Wes Willenbring: Somewhere Someone Else
Hidden Shoal

Wes Willenbring's Somewhere Someone Else further testifies to Hidden Shoal's emergence as a significant player in the ambient electronic music genre. On his debut full-length for the Perth, Australia imprint, the San Francisco-based composer transmutes the natural timbres of piano and electric guitar into crepuscular settings that straddle a space betwixt ambient drones and melodic compositions. Illuminated by shimmering waves of piano radiance, Willenbring's pieces sometimes imperceptibly drift in and out of focus, while their titles—“In A Quiet Dark Room,” “As You Fade Away,” and “Reverie”—leave little doubt as to the music's retiring character.

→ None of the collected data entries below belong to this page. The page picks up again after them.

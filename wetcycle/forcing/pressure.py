"""Surface pressure from elevation and a seasonal CO2 cycle; periodic tables in Ls.

Method
------
Isothermal hydrostatic atmosphere: p(z, Ls) = p_ref * exp(-z / H) * f(Ls),
with p_ref the annual-mean pressure at the reference level z = 0 (the datum),
H the atmospheric scale height and f(Ls) a periodic table of relative
pressure (annual mean = 1) that represents the seasonal condensation and
sublimation of CO2 at the poles.  The exponential law is the textbook
isothermal barometric formula (e.g. Wallace & Hobbs 2006, Atmospheric
Science, eq. 3.29); the scale height and datum pressure of Mars are from the
NASA Mars fact sheet (see :mod:`wetcycle.orbit`).

References
----------
1. Wallace, J. M. and Hobbs, P. V. (2006), Atmospheric Science: An
   Introductory Survey, 2nd ed., Academic Press, sec. 3.2.
"""

from __future__ import annotations

import numpy as np

from ..errors import ConfigError, ValidityError
from ..orbit import MARS

__all__ = ["PeriodicTable", "DEMO_CO2_CYCLE", "interp_periodic", "surface_pressure",
           "pressure_at_elevation"]


def interp_periodic(x, xp, fp, period=360.0):
    """Linear interpolation in a periodic table.

    Parameters
    ----------
    x : float or array     abscissa, e.g. Ls [deg]; any real value (reduced mod period)
    xp : array             table abscissae, strictly increasing, within [0, period)
    fp : array             table values
    period : float         period of the abscissa (360 deg for Ls)

    Returns
    -------
    float or ndarray, linear between neighbouring table points, wrapping from the
    last point to the first.

    Raises
    ------
    ValidityError   if ``x`` holds a non-finite value (NaN Ls would otherwise pass
                    through as NaN forcing), or the table is not strictly increasing
                    within [0, period) with values matching it.
    """
    xp = np.asarray(xp, dtype=float)
    fp = np.asarray(fp, dtype=float)
    if (xp.ndim != 1 or fp.shape != xp.shape or xp.size < 1 or not np.all(np.isfinite(xp))
            or xp[0] < 0.0 or xp[-1] >= period or np.any(np.diff(xp) <= 0.0)):
        raise ValidityError(
            f"periodic table abscissae {xp.tolist()} not allowed: strictly increasing in [0, {period:g}), "
            f"one value each (got {fp.size} values)")
    xa = np.asarray(x, dtype=float)
    if not np.all(np.isfinite(xa)):
        raise ValidityError("periodic interpolation: abscissa (e.g. Ls) has non-finite values; allowed: finite")
    xw = np.concatenate([xp[-1:] - period, xp, xp[:1] + period])
    fw = np.concatenate([fp[-1:], fp, fp[:1]])
    res = np.interp(np.mod(xa, period), xw, fw)
    return float(res) if np.ndim(x) == 0 else res


class PeriodicTable:
    """A validated table of values against Ls, interpolated periodically (linear).

    Parameters
    ----------
    ls_deg : sequence [deg], strictly increasing, 0 <= Ls < 360, at least 2 points
    values : sequence, finite, same length
    name : str   used in error messages
    lower, upper : float, optional   allowed range of the values (inclusive)
    """

    def __init__(self, ls_deg, values, name="table", lower=None, upper=None):
        ls = np.asarray(ls_deg, dtype=float)
        v = np.asarray(values, dtype=float)
        if ls.ndim != 1 or v.shape != ls.shape or ls.size < 2:
            raise ConfigError(
                f"{name}: needs matching 1-D Ls and value lists of >= 2 points (got {ls.shape} and {v.shape})"
            )
        if not (np.all(np.isfinite(ls)) and ls[0] >= 0.0 and ls[-1] < 360.0 and np.all(np.diff(ls) > 0)):
            raise ConfigError(f"{name}: Ls points {ls.tolist()} are not allowed; allowed: strictly increasing in [0, 360)")
        bad = ~np.isfinite(v)
        if lower is not None:
            bad |= v < lower
        if upper is not None:
            bad |= v > upper
        if np.any(bad):
            i = int(np.flatnonzero(bad)[0])
            raise ConfigError(
                f"{name}: value {float(v[i])!r} at Ls {ls[i]:g} is not allowed; allowed: finite, "
                f"{'-inf' if lower is None else lower} to {'inf' if upper is None else upper}"
            )
        self.name = name
        self.ls_deg = ls
        self.values = v
        self.ls_deg.setflags(write=False)
        self.values.setflags(write=False)

    def __call__(self, ls_deg):
        """Interpolated value(s) at Ls [deg]."""
        return interp_periodic(ls_deg, self.ls_deg, self.values, 360.0)

    def annual_mean_over_ls(self):
        """Mean over Ls of the piecewise-linear table (trapezoid rule, periodic)."""
        x = np.append(self.ls_deg, self.ls_deg[0] + 360.0)
        y = np.append(self.values, self.values[0])
        return float(np.trapezoid(y, x) / 360.0)


#: INVENTED demonstration table of relative surface pressure against Ls (mean over Ls = 1).
#: Its shape only imitates the qualitative textbook picture of the Mars CO2 cycle -- a deep
#: minimum in southern winter (Ls ~ 150), a main maximum in southern spring/summer
#: (Ls ~ 260) and a secondary one near Ls ~ 50 -- with values made up for the demo.
#: Not a measurement; replace with a table of your own for real work.
DEMO_CO2_CYCLE = PeriodicTable(
    ls_deg=[0, 30, 60, 90, 120, 150, 180, 210, 240, 270, 300, 330],
    values=[1.02, 1.04, 1.04, 1.00, 0.93, 0.89, 0.93, 1.00, 1.06, 1.07, 1.03, 1.00],
    name="DEMO_CO2_CYCLE (invented)",
    lower=0.0,
)


def pressure_at_elevation(elevation_m, p_ref_pa=MARS.mean_surface_pressure_pa, scale_height_m=MARS.scale_height_m):
    """Annual-mean surface pressure at an elevation, p_ref exp(-z/H) [Pa].

    Parameters
    ----------
    elevation_m : float or array [m]
        Height above the reference level (Mars: the areoid datum).  Allowed
        -10 H to +10 H (the isothermal law is a rough guide far from the datum).
    p_ref_pa : float [Pa], > 0
        Annual-mean pressure at the reference level; default 636 Pa (Mars, NASA fact sheet).
    scale_height_m : float [m], > 0
        Default 11.1 km (Mars, NASA fact sheet).

    Returns
    -------
    float or ndarray [Pa]

    Examples
    --------
    >>> round(pressure_at_elevation(11100.0, 636.0, 11100.0), 2)
    233.97
    """
    if not (np.isfinite(p_ref_pa) and p_ref_pa > 0):
        raise ConfigError(f"p_ref_pa: {p_ref_pa!r} is not allowed; allowed: > 0 Pa")
    if not (np.isfinite(scale_height_m) and scale_height_m > 0):
        raise ConfigError(f"scale_height_m: {scale_height_m!r} is not allowed; allowed: > 0 m")
    z = np.asarray(elevation_m, dtype=float)
    bad = ~(np.abs(z) <= 10.0 * scale_height_m)
    if np.any(bad):
        raise ValidityError(
            f"elevation_m: {float(z[bad].flat[0]) if z.ndim else float(z)!r} m is outside "
            f"+-{10 * scale_height_m:g} m (10 scale heights)"
        )
    p = p_ref_pa * np.exp(-z / scale_height_m)
    return float(p) if np.ndim(elevation_m) == 0 else p


def surface_pressure(ls_deg, elevation_m, p_ref_pa=MARS.mean_surface_pressure_pa,
                     scale_height_m=MARS.scale_height_m, seasonal=None):
    """Surface pressure from elevation and a seasonal cycle, p_ref exp(-z/H) f(Ls) [Pa].

    Parameters
    ----------
    ls_deg : float or array [deg]
        Solar longitude per step, shape (n_steps,) (e.g. ``clock.ls_deg``).
    elevation_m : float or array [m]
        Elevation per cell, shape (n_cells,) or scalar.
    p_ref_pa, scale_height_m : float
        See :func:`pressure_at_elevation`.
    seasonal : PeriodicTable or None
        Relative pressure against Ls (annual mean ~ 1); None for no seasonal
        cycle.  :data:`DEMO_CO2_CYCLE` is an invented example.

    Returns
    -------
    ndarray [Pa], shape (n_steps,) + shape(elevation_m)
    """
    ls = np.asarray(ls_deg, dtype=float)
    p0 = np.asarray(pressure_at_elevation(elevation_m, p_ref_pa, scale_height_m))
    f = np.ones_like(ls) if seasonal is None else np.asarray(seasonal(ls))
    return f.reshape(f.shape + (1,) * p0.ndim) * p0
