@dataclass(frozen=True)
class WaterColumnTable:
    """Atmospheric water column on (Ls, latitude[, longitude]) [kg m-2].

    Interpolation: linear and periodic in Ls and longitude, linear in latitude;
    poleward of the outermost latitude the outermost value holds (a table of band
    centres covers its bands to the pole).  Build with :func:`default_climatology`,
    :func:`read_column_table` or :func:`constant_mixing_ratio_table`.

    Attributes
    ----------
    ls_deg : [n_ls] strictly increasing in [0, 360)
    latitude_deg : [n_lat] strictly increasing in [-90, 90]
    longitude_deg : [n_lon] strictly increasing in [0, 360), or None (zonal table)
    column_kg_m2 : [n_ls, n_lat] or [n_ls, n_lat, n_lon], finite, >= 0
    name : str     what the run's result records as its water supply
    sha256 : str   of the file the table came from ("" for a built-in constant)
    """

    ls_deg: np.ndarray
    latitude_deg: np.ndarray
    longitude_deg: np.ndarray | None
    column_kg_m2: np.ndarray
    name: str
    sha256: str = ""
    vmr: float | None = field(default=None, compare=False)

    def __post_init__(self):
        ls = np.asarray(self.ls_deg, dtype=float)
        lat = np.asarray(self.latitude_deg, dtype=float)
        w = np.asarray(self.column_kg_m2, dtype=float)
        where = self.name
        if ls.ndim != 1 or ls.size < 1 or np.any(np.diff(ls) <= 0) or ls[0] < 0 or ls[-1] >= 360:
            raise InputDataError(f"{where}: Ls values {ls.tolist()[:6]}... not allowed; allowed: each Ls once, "
                                 "0 <= Ls < 360 (Ls 360 is Ls 0: give it once)")
        if lat.ndim != 1 or lat.size < 1 or np.any(np.diff(lat) <= 0) or lat[0] < -90 or lat[-1] > 90:
            raise InputDataError(f"{where}: latitudes {lat.tolist()[:6]}... not allowed; allowed: "
                                 "strictly increasing, -90 to 90")
        shape = (ls.size, lat.size)
        if self.longitude_deg is not None:
            lon = np.asarray(self.longitude_deg, dtype=float)
            if lon.ndim != 1 or np.any(np.diff(lon) <= 0) or lon[0] < 0 or lon[-1] >= 360:
                raise InputDataError(f"{where}: longitudes not allowed; allowed: strictly increasing, "
                                     "0 <= lon < 360 (east)")
            shape = shape + (lon.size,)
            object.__setattr__(self, "longitude_deg", lon)
        if w.shape != shape:
            raise InputDataError(f"{where}: column values have shape {w.shape}; expected {shape} "
                                 "(Ls, latitude[, longitude])")
        bad = ~(np.isfinite(w) & (w >= 0) & (w <= MAX_COLUMN_KG_M2))
        if np.any(bad):
            v = float(w[bad].flat[0])
            raise InputDataError(f"{where}: column value {v / PRECIPITABLE_MICRON_KG_M2:g} pr-um ({v:g} kg m-2) not "
                                 f"allowed; allowed: finite, 0 to {MAX_COLUMN_KG_M2 / PRECIPITABLE_MICRON_KG_M2:g} "
                                 "pr-um (check the units: 1 pr-um = 1e-3 kg m-2)")
        object.__setattr__(self, "ls_deg", ls)
        object.__setattr__(self, "latitude_deg", lat)
        object.__setattr__(self, "column_kg_m2", w)

    def column(self, ls_deg, latitude_deg, longitude_deg):
        """Column water [kg m-2] on ``[step, cell]`` for Ls ``[step]`` and cells ``[cell]``."""
        ls = np.mod(np.asarray(ls_deg, dtype=float), 360.0)
        lat = np.asarray(latitude_deg, dtype=float)
        lon = np.mod(np.asarray(longitude_deg, dtype=float), 360.0)
        i0, i1, fl = _periodic_weights(ls, self.ls_deg, 360.0)
        j0, j1, fa = _clamped_weights(lat, self.latitude_deg)
        w = self.column_kg_m2
        if self.longitude_deg is None:
            a = w[:, j0] * (1 - fa) + w[:, j1] * fa                       # [ls, cell]
        else:
            k0, k1, fo = _periodic_weights(lon, self.longitude_deg, 360.0)
            a = ((w[:, j0, k0] * (1 - fo) + w[:, j0, k1] * fo) * (1 - fa)
                 + (w[:, j1, k0] * (1 - fo) + w[:, j1, k1] * fo) * fa)
        return a[i0] * (1 - fl)[:, None] + a[i1] * fl[:, None]

    def scaled(self, factor):
        """The same table with every column multiplied by ``factor`` (0-10), e.g. 0.7 for the
        smaller polar-summer columns of later instruments; the name records the factor."""
        f = float(factor)
        if not (np.isfinite(f) and 0.0 <= f <= 10.0):
            raise ConfigError(f"forcing.water_column_scale: {factor!r} not allowed; allowed 0 to 10")
        if f == 1.0 or self.vmr is not None:
            return self
        return WaterColumnTable(self.ls_deg, self.latitude_deg, self.longitude_deg, self.column_kg_m2 * f,
                                f"{self.name} x {f:g}", self.sha256)

    def describe(self):
        """One line for a result's attributes: name and file hash."""
        return self.name + (f" (sha256 {self.sha256})" if self.sha256 else "")


def _periodic_weights(x, xp, period):
    n = xp.size
    if n == 1:
        z = np.zeros(x.shape, dtype=np.int64)
        return z, z, np.zeros(x.shape)
    xw = np.concatenate([xp, [xp[0] + period]])
    i = np.clip(np.searchsorted(xw, x, side="right") - 1, -1, n - 1)
    below = i < 0                                  # before the first point: wrap from the last
    lo = np.where(below, xp[-1] - period, xw[np.maximum(i, 0)])
    hi = np.where(below, xp[0], xw[np.maximum(i, 0) + 1])
    f = (x - lo) / (hi - lo)
    i0 = np.where(below, n - 1, i)
    i1 = np.where(below, 0, (i + 1) % n)
    return i0.astype(np.int64), i1.astype(np.int64), f


def _clamped_weights(x, xp):
    n = xp.size
    if n == 1:
        z = np.zeros(x.shape, dtype=np.int64)
        return z, z, np.zeros(x.shape)
    xc = np.clip(x, xp[0], xp[-1])
    i = np.clip(np.searchsorted(xp, xc, side="right") - 1, 0, n - 2)
    f = (xc - xp[i]) / (xp[i + 1] - xp[i])
    return i.astype(np.int64), (i + 1).astype(np.int64), f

He wisely introduces subtle contrasts from one song to another such that, at one moment, the music's atmospheric side (“Correspondence”) might be emphasized while, moments later, a more aggressive attack is featured (the piano melodies that resound aggressively against a background mass of strings during “In A Quiet Dark Room”). Mimicking the passage from waking to sleeping, “Reverie” slowly submerges the guitar's bright strum into the blurry mass that swells below, while “Aperture” is graced by piano chords as elegant and minimal as a Satie miniature, its prettiness offset by the drone hovering in the distance. Occasionally, antecedents for Willenbring's style declare themselves: “Lost Illusions” presents its stately and melancholic lines of electric guitar and piano in a plodding manner that recalls Labradford and, with its softly churning swirls and muffled tones, “Resuscitate” aligns itself to the type of nuanced soundscaping heard on Eluvium's Talk Amongst the Trees. Willenbring's music impresses throughout, but most especially when the echoes of blurred piano notes bleed into the ringing sustain of guitar atmospherics.